(a) Field of the Invention
The present invention relates to a polyester fiber that can be applied to a fabric for airbag, and particularly to a high strength, high elongation, and high shrinkage polyester fiber having superior mechanical property, dimensional stability, packing property, and the like, a method of preparing the same, and a fabric for airbag using the same.
(b) Description of the Related Art
Generally, airbag is an apparatus for protecting a driver and passengers by providing a gas into the airbag by exploding gunpowder so as to inflate the airbag after detecting crash impact with an impact detecting sensor, when a driving car collides head-on at the speed of about 40 km/h or more, and a structure of a conventional airbag system is depicted in FIG. 1.
As depicted in FIG. 1, conventional airbag system includes an inflator 121 that generates a gas by ignition of a detonator 122; an airbag module 100 installed in a steering wheel 101 and including an airbag 124 that is expanded and unfolded toward a driver on driver's seat by the generated gas; an impact sensor 130 that gives an impact signal when the car is crashed; and an Electronic Control Module (ECM) 110 that ignites the detonator 122 of the inflator 121 according to the impact signal. In the airbag system, the impact sensor 130 detects the impact and gives the signal to the ECM, when the car collides head-on. At this time, the ECM 110 that received the signal ignites the detonator 122 and a gas generator in the inflator 121 is combusted. The combusted gas generator generates the gas rapidly and expands the airbag 124. The expanded airbag 124 contacts to the front upper body of the driver and absorbs the impact load caused by the collision partially, and when the driver's head and chest go forward according to the law of inertia and smash against the airbag 124, it further absorbs the shock toward the driver by rapidly discharging the gas from the airbag through discharging holes formed on the airbag. Therefore, the airbag absorbs the shock effectively that is delivered to the driver, and can reduce the secondary injury at the time of a head-on collision.

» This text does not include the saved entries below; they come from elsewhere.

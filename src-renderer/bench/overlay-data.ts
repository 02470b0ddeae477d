/**
 * The bench overlay: measured efficiency as marked points over the model's efficiency curves (before
 * and, after a fit, with the fitted values) at the measured input voltages (the three most measured),
 * each curve evaluated by the engine at every measured load. Records in, chart data out.
 */
import { formatVolts, modelPoints, type Design, type Measurement } from '../../shared-model/index.ts';
import { measuredBalance } from '../../shared-model/index.ts';
import type { LineSeries, PointMarker } from '../charts/chart-data.ts';

export interface Overlay {
  xValues: number[];
  series: LineSeries[];
  points: PointMarker[];
}

const MAX_CURVES = 3;

/** The input voltages with the most points, at most three, in rising order. */
export function overlayVoltages(m: Measurement): number[] {
  const count = new Map<number, number>();
  for (const p of m.points) count.set(p.vinV, (count.get(p.vinV) ?? 0) + 1);
  return [...count.entries()].sort((a, b) => b[1] - a[1]).slice(0, MAX_CURVES).map(([v]) => v).sort((a, b) => a - b);
}

export function overlayData(design: Design, m: Measurement, fitted: Design | null): Overlay {
  const xValues = [...new Set(m.points.map((p) => p.loadA))].sort((a, b) => a - b);
  const vins = overlayVoltages(m);
  const series: LineSeries[] = [];
  vins.forEach((vinV, k) => {
    const grid = xValues.map((loadA) => ({ vinV, loadA }));
    const none = grid.map(() => []);
    series.push({ key: `model-${vinV}`, label: `Model at ${formatVolts(vinV)}`, values: modelPoints(design, grid, none).map((q) => q.efficiency), tone: k, dashed: fitted !== null });
    if (fitted)
      series.push({ key: `fitted-${vinV}`, label: `Fitted model at ${formatVolts(vinV)}`, values: modelPoints(fitted, grid, none).map((q) => q.efficiency), tone: k });
  });
  const points: PointMarker[] = m.points
    .filter((p) => vins.includes(p.vinV))
    .map((p, i) => ({
      key: `measured-${i}`,
      x: p.loadA,
      y: measuredBalance(p, design.spec.voutV).efficiency,
      label: `Measured at ${formatVolts(p.vinV)}`,
      tone: vins.indexOf(p.vinV),
    }));
  return { xValues, series, points };
}
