/**
 * Rows of the bench residual table from engine records: the comparison of the design as it stands
 * (calibrationSection of the design with the measurement) or, after a fit, the calibration's points
 * (before and after). No physics here.
 */
import type { Calibration, CalibrationSectionPoint } from '../../shared-model/index.ts';

export interface ResidualRow {
  vinV: number;
  loadA: number;
  measuredEfficiency: number;
  modelEfficiency: number;
  fittedEfficiency: number | null;
  /** measured − model loss, W. */
  lossGapW: number;
  fittedLossGapW: number | null;
  temperatures: { role: string; measuredC: number; modelC: number; fittedC: number | null }[];
}

export function comparisonRows(points: readonly CalibrationSectionPoint[]): ResidualRow[] {
  return points.map((p) => ({
    vinV: p.vinV,
    loadA: p.loadA,
    measuredEfficiency: p.measuredEfficiency,
    modelEfficiency: p.modelEfficiency,
    fittedEfficiency: null,
    lossGapW: p.measuredLossW - p.modelLossW,
    fittedLossGapW: null,
    temperatures: p.temperatures.map((t) => ({ role: t.role, measuredC: t.measuredC, modelC: t.modelC, fittedC: null })),
  }));
}

export function calibrationRows(c: Calibration): ResidualRow[] {
  return c.points.map((p) => ({
    vinV: p.vinV,
    loadA: p.loadA,
    measuredEfficiency: p.measuredEfficiency,
    modelEfficiency: p.efficiencyBefore,
    fittedEfficiency: p.efficiencyAfter,
    lossGapW: p.measuredLossW - p.lossBeforeW,
    fittedLossGapW: p.measuredLossW - p.lossAfterW,
    temperatures: p.temperatures.map((t) => ({ role: t.role, measuredC: t.measuredC, modelC: t.beforeC, fittedC: t.afterC })),
  }));
}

As disclosed above, the airbag for a car is prepared into a certain shape and installed in a steering wheel, side glass windows, or side pillars of the car in a folded form so as to minimize the volume, and it is expanded and unfolded when the inflator 121 operates.
Therefore, it is very important that the airbag has the folding property and the flexibility for reducing the shock to the passenger in addition to good mechanical property of the fabric for maintaining the folding and packaging properties of the airbag effectively when it is installed in a car, preventing the damage and rupture in the airbag itself, providing good unfolding property of the airbag cushion, and minimizing the impact provided to the passenger. However, the airbag fabric that can maintain superior air-tightness and flexibility for the passenger's safety, endure the impact applied to the airbag sufficiently, and be effectively installed in a car has not been suggested yet.
Previously, polyamide fiber such as nylon 66 has been used as the raw material of the fiber for airbag. However, nylon 66 has superior impact resistance but is inferior to polyester fiber in humid heat resistance, light resistance, and shape stability, and expensive.
Meanwhile, Japanese patent publication No. Hei 04-214437 suggested the polyester fiber for reducing such defects. Particularly, when the airbag was prepared by using prior polyester fiber, the fineness of the fiber was low in order to be installed in a narrow space in a car. However, the polyester fiber having low fineness leads to the drops of strength and toughness, and there was a limitation for maintaining sufficient mechanical property, air-tightness, and unfolding property at the severe conditions of high temperature and high humidity.
Therefore, it is needed to develop the fiber that maintains superior shape stability and air-tight effect so as to be used for an airbag fabric, and also maintains flexibility for reducing the impact applied to passengers, the packing property, and superior mechanical properties at the severe conditions of high temperature and high humidity.